Data to use -
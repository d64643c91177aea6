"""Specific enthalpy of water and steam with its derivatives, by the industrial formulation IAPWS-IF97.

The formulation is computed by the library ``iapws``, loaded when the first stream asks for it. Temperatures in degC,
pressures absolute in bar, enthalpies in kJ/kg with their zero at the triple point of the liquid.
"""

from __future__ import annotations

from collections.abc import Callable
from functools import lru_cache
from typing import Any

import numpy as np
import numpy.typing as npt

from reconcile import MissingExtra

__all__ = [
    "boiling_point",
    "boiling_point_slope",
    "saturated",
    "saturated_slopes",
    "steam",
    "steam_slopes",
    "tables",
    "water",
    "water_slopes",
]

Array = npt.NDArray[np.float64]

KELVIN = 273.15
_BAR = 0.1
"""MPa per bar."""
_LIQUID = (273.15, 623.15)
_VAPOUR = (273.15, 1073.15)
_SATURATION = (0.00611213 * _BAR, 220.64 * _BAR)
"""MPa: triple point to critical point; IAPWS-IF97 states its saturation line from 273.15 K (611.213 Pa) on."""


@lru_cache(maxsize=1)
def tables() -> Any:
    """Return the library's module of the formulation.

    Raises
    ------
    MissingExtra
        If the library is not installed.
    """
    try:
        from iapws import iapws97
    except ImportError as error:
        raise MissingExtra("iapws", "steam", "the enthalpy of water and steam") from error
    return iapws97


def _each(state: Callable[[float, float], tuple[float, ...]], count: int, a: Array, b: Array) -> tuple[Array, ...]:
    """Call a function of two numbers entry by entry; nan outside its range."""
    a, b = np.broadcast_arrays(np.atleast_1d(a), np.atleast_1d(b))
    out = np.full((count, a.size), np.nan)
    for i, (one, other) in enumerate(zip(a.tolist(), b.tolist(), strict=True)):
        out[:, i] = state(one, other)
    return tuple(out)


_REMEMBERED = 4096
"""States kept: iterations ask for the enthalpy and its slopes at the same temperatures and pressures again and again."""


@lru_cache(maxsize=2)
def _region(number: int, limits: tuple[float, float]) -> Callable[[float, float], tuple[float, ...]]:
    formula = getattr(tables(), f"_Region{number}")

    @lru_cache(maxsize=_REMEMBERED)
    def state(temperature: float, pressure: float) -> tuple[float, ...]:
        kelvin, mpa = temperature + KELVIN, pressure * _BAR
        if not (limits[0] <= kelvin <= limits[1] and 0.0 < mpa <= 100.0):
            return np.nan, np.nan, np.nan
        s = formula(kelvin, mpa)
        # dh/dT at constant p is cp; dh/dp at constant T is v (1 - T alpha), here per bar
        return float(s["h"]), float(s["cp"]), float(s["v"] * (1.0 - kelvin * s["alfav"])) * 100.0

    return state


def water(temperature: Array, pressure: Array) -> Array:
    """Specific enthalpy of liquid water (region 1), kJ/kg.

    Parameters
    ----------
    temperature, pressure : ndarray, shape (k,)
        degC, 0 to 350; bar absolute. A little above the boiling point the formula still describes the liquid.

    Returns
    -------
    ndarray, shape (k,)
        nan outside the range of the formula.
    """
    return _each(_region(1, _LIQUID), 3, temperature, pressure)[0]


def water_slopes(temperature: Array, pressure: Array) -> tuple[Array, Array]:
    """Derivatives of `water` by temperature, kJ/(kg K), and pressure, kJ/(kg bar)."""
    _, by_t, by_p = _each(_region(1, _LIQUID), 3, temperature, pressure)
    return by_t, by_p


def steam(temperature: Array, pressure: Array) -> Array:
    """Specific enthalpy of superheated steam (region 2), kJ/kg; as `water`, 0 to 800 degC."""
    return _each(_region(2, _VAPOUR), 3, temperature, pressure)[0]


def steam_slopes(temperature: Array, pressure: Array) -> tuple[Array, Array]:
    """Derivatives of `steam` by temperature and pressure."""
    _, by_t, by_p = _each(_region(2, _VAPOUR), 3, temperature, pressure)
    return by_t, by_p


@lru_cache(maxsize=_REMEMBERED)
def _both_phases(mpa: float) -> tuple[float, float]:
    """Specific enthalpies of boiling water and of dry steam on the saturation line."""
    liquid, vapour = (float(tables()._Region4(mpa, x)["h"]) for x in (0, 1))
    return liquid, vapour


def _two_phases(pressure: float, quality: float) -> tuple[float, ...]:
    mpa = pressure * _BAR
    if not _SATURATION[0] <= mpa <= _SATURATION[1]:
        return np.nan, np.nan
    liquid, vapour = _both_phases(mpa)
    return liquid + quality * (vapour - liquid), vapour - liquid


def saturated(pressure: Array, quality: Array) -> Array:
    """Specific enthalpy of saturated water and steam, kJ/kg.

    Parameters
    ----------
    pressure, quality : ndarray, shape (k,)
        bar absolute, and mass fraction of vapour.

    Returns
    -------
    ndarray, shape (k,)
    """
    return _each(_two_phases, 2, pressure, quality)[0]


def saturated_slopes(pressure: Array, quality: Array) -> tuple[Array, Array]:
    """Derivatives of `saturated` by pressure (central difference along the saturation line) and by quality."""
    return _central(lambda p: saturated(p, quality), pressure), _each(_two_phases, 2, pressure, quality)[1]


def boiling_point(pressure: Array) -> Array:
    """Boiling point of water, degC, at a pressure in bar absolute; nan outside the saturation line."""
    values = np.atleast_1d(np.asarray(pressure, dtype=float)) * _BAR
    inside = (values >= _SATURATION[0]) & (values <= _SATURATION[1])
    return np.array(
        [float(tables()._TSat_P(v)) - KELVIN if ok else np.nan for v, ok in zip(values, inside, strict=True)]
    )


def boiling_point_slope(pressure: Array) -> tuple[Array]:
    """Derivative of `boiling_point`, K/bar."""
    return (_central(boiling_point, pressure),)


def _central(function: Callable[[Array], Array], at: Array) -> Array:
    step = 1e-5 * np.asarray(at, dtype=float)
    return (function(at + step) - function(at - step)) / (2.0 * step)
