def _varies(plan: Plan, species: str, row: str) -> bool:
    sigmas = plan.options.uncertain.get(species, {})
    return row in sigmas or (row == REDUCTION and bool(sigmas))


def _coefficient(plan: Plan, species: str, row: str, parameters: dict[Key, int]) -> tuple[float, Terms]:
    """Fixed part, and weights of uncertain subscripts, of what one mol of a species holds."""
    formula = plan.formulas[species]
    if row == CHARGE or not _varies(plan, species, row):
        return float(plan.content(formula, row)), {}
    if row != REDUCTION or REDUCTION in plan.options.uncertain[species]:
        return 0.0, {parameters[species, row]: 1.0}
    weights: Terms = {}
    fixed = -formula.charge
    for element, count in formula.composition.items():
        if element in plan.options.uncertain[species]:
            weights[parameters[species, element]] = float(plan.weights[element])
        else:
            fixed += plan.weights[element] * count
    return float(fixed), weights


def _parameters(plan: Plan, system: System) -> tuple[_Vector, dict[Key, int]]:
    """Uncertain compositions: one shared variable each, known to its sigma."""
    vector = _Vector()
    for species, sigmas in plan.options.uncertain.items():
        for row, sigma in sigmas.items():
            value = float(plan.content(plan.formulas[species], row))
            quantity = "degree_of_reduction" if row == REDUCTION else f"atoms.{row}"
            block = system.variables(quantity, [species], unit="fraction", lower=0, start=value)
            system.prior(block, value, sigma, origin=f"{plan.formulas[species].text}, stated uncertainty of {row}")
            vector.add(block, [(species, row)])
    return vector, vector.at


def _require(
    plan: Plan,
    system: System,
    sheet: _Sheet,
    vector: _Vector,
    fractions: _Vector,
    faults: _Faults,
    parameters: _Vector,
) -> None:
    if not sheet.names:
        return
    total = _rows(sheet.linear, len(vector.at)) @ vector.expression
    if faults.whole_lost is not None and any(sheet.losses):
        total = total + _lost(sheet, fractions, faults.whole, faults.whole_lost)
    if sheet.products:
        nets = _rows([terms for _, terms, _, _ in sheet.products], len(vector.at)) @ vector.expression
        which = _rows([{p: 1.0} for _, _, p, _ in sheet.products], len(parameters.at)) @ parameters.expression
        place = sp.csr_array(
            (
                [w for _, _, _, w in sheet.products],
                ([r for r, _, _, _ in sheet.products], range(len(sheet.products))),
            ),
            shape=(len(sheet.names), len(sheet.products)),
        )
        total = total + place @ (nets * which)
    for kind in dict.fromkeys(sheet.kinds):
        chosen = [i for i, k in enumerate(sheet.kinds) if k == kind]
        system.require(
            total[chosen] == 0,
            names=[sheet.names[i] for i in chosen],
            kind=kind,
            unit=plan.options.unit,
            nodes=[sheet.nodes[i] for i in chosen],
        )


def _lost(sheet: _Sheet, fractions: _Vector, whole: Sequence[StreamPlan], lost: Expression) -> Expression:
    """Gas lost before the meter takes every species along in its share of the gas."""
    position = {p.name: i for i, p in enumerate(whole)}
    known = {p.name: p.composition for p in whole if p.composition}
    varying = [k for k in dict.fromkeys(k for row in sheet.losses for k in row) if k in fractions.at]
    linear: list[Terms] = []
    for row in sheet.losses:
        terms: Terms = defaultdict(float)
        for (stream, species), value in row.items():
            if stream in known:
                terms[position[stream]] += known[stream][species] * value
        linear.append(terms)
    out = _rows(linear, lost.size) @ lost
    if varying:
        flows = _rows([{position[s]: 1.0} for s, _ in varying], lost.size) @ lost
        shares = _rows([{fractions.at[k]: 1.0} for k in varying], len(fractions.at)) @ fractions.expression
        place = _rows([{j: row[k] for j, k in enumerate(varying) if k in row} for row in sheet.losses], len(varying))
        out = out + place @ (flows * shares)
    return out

==

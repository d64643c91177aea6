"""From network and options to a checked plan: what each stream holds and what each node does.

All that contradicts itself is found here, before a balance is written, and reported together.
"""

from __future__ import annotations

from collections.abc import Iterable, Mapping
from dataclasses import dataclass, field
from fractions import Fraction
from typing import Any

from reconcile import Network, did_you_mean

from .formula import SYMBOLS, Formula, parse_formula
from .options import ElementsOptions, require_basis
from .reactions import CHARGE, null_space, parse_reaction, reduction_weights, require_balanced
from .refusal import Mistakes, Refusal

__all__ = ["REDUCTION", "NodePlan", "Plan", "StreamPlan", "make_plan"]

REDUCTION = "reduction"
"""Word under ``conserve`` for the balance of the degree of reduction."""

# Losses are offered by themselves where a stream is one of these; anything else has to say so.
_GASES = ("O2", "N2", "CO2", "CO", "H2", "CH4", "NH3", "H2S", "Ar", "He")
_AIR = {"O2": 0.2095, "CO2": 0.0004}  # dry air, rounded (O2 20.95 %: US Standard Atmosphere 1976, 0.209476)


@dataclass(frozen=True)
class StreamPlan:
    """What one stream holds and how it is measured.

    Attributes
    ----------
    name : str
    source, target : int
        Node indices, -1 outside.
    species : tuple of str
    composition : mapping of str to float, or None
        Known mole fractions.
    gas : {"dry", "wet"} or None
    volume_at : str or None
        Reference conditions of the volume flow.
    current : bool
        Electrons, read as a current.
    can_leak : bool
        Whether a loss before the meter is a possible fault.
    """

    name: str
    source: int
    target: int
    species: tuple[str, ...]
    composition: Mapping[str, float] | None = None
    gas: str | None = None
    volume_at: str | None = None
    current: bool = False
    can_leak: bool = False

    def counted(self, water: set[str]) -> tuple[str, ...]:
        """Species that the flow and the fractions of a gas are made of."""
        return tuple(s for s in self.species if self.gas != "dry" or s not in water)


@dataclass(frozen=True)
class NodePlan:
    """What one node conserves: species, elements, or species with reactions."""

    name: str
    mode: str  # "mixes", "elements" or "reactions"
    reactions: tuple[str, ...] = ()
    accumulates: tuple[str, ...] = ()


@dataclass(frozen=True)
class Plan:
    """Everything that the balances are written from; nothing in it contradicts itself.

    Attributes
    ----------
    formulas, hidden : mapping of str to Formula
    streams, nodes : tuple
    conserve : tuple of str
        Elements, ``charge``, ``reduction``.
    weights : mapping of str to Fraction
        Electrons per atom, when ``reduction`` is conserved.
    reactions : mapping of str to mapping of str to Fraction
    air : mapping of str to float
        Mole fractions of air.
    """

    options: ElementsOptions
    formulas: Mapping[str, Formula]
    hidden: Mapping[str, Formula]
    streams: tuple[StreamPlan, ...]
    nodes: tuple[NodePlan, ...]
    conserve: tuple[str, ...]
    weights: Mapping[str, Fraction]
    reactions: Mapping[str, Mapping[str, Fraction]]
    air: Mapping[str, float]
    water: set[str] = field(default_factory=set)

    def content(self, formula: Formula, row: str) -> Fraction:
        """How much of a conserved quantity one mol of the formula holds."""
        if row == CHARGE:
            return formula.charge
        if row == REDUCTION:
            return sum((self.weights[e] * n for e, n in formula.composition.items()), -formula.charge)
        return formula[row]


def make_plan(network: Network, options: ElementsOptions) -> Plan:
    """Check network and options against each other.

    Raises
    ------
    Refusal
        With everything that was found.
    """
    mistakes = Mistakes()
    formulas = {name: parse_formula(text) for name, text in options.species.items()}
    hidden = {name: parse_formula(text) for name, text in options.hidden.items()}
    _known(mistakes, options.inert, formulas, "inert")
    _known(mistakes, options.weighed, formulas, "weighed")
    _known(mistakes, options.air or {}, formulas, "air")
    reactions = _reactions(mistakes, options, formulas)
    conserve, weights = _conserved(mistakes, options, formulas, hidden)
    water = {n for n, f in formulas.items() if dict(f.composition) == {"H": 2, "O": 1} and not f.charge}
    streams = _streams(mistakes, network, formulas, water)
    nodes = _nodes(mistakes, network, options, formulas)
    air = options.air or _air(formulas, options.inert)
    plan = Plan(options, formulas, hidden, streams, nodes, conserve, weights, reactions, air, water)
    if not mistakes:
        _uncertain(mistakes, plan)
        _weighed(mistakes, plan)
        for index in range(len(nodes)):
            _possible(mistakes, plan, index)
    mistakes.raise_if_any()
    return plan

Your goal -
The reply should hold only the lines of the listing above starting at the line containing "def water(temperature: Array, pressure: Array)" and ending at the line containing "return _each(_two_phases, 2, pressure, quality)[0]", exactly as written.

Reply to the task -
def water(temperature: Array, pressure: Array) -> Array:
    """Specific enthalpy of liquid water (region 1), kJ/kg.

    Parameters
    ----------
    temperature, pressure : ndarray, shape (k,)
        degC, 0 to 350; bar absolute. A little above the boiling point the formula still describes the liquid.

    Returns
    -------
    ndarray, shape (k,)
        nan outside the range of the formula.
    """
    return _each(_region(1, _LIQUID), 3, temperature, pressure)[0]


def water_slopes(temperature: Array, pressure: Array) -> tuple[Array, Array]:
    """Derivatives of `water` by temperature, kJ/(kg K), and pressure, kJ/(kg bar)."""
    _, by_t, by_p = _each(_region(1, _LIQUID), 3, temperature, pressure)
    return by_t, by_p


def steam(temperature: Array, pressure: Array) -> Array:
    """Specific enthalpy of superheated steam (region 2), kJ/kg; as `water`, 0 to 800 degC."""
    return _each(_region(2, _VAPOUR), 3, temperature, pressure)[0]


def steam_slopes(temperature: Array, pressure: Array) -> tuple[Array, Array]:
    """Derivatives of `steam` by temperature and pressure."""
    _, by_t, by_p = _each(_region(2, _VAPOUR), 3, temperature, pressure)
    return by_t, by_p


@lru_cache(maxsize=_REMEMBERED)
def _both_phases(mpa: float) -> tuple[float, float]:
    """Specific enthalpies of boiling water and of dry steam on the saturation line."""
    liquid, vapour = (float(tables()._Region4(mpa, x)["h"]) for x in (0, 1))
    return liquid, vapour


def _two_phases(pressure: float, quality: float) -> tuple[float, ...]:
    mpa = pressure * _BAR
    if not _SATURATION[0] <= mpa <= _SATURATION[1]:
        return np.nan, np.nan
    liquid, vapour = _both_phases(mpa)
    return liquid + quality * (vapour - liquid), vapour - liquid


def saturated(pressure: Array, quality: Array) -> Array:
    """Specific enthalpy of saturated water and steam, kJ/kg.

    Parameters
    ----------
    pressure, quality : ndarray, shape (k,)
        bar absolute, and mass fraction of vapour.

    Returns
    -------
    ndarray, shape (k,)
    """
    return _each(_two_phases, 2, pressure, quality)[0]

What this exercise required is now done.